▶ _Your assignment_
From the entries that follow, report every line in which "Details" occurs.

▶ _Input records_
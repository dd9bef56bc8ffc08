import { afterAll, inject } from 'vitest';
import { prepareWorkerDatabase } from './worker-database';

/** Runs before each file of tests that need a database. */
await prepareWorkerDatabase(inject('testDatabaseUrl'), `w${process.env.VITEST_POOL_ID}`);

afterAll(async () => {
  const { closePool } = await import('@/db/connection');
  await closePool();
});
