'use client';

import { memo, type ReactNode, useState } from 'react';
import { ProfileBars } from '../_components/charts/profile-bars';
import { Strip } from '../_components/strip/strip';
import { Tile } from '../_components/ui/screen';
import { Slider } from '../_components/ui/slider';
import { BlendLines } from './blend-lines';
import { PRICES } from './prices';
import { Rack } from './rack';
import { SAMPLE, sampleProfile, shortName } from './sample';
import type { SampleAnswer } from './sample-answer';
import { useSampleSolver } from './use-sample-solver';

const TARGET = sampleProfile(SAMPLE.target);
const NAME = shortName(SAMPLE.target);
const euro = new Intl.NumberFormat('en-GB', { style: 'currency', currency: 'EUR', maximumFractionDigits: 0 });
const points = new Intl.NumberFormat('en-GB', { minimumFractionDigits: 2, maximumFractionDigits: 2 });

/** A blend that is solved again in the visitor's browser at every move of the slider. `intro` stands beside it. */
export function LiveBlend({ first, intro }: { first: SampleAnswer; intro: ReactNode }) {
  const [answer, solve] = useSampleSolver(first);
  return (
    <>
      <div className="bench-tiles">
        <div className="grid gap-8 px-4 pt-10 pb-6 md:px-10 lg:grid-cols-[minmax(0,1fr)_25rem] lg:items-end lg:gap-16 lg:pt-14">
          {intro}
          <div className="label-plate grid gap-5 p-6">
            <p>
              <span className="block text-title font-[560] [font-stretch:88%]">{NAME}</span>
              <span className="latin text-ink-soft">{SAMPLE.target.latin}</span>
              <span className="figures block">{euro.format(SAMPLE.target.costPerKg)} a kilogram</span>
            </p>
            <PriceSlider first={first.price} onPrice={solve} />
            <Outcome answer={answer} />
          </div>
        </div>
        <Rack lines={answer.lines} />
      </div>
      <Details answer={answer} />
    </>
  );
}

/** Keeps the price to itself, so that a move of the thumb draws the thumb and nothing else. */
const PriceSlider = memo(function PriceSlider({ first, onPrice }: { first: number; onPrice: (price: number) => void }) {
  const [price, setPrice] = useState(first);
  return (
    <Slider
      label="For as much smell, at most"
      value={price}
      onChange={(next) => {
        setPrice(next);
        onPrice(next);
      }}
      min={PRICES.min}
      max={PRICES.max}
      step={PRICES.step}
      formatOptions={{ style: 'currency', currency: 'EUR', maximumFractionDigits: 0 }}
      ends={['cheaper', 'closer']}
    />
  );
});

const Details = memo(function Details({ answer }: { answer: SampleAnswer }) {
  return (
    <div className="tiles lg:grid-cols-[minmax(0,3fr)_minmax(0,4fr)_minmax(0,4fr)]">
      <Tile title="Side by side">
        <Pair profile={answer.profile} />
      </Tile>
      <Tile title="Facet by facet">
        <ProfileBars facets={SAMPLE.facets} target={TARGET} blend={answer.profile} targetName={NAME} most={14} />
      </Tile>
      <Tile title="Line by line">
        <BlendLines lines={answer.lines} />
      </Tile>
    </div>
  );
});

/** The answer in two sentences, and what it would cost to come closer. */
function Outcome({ answer }: { answer: SampleAnswer }) {
  const { lines, distance, per100More } = answer;
  const closer = per100More === null ? 0 : -per100More;
  return (
    <div className="grid gap-2 border-t border-grout pt-4">
      <p className="flex items-baseline gap-3">
        <span className="figures text-head leading-none font-[560] [font-stretch:88%]">{points.format(distance)}</span>
        <span className="text-ink-soft">
          points from it, on the 0–10 scale of facets, with {lines.length} of {SAMPLE.candidates.length} materials.
        </span>
      </p>
      <p className="text-ink-soft">
        {closer >= 0.005
          ? `The price holds it back: €100 more would bring it ${points.format(closer)} points closer.`
          : 'More money would hardly bring it closer.'}{' '}
        No other blend of these comes closer in this model; smell it next.
      </p>
    </div>
  );
}

function Pair({ profile }: { profile: number[] }) {
  return (
    <div className="flex justify-center gap-8 pt-3 md:gap-10">
      {[
        { name: NAME, shown: TARGET },
        { name: 'Blend', shown: profile },
      ].map(({ name, shown }) => (
        <figure key={name} className="grid justify-items-center gap-3">
          <Strip size="page" labels={false} facets={SAMPLE.facets} profile={shown} name={name} />
          <figcaption>{name}</figcaption>
        </figure>
      ))}
    </div>
  );
}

▶ _Task result_
      <Details answer={answer} />
const Details = memo(function Details({ answer }: { answer: SampleAnswer }) {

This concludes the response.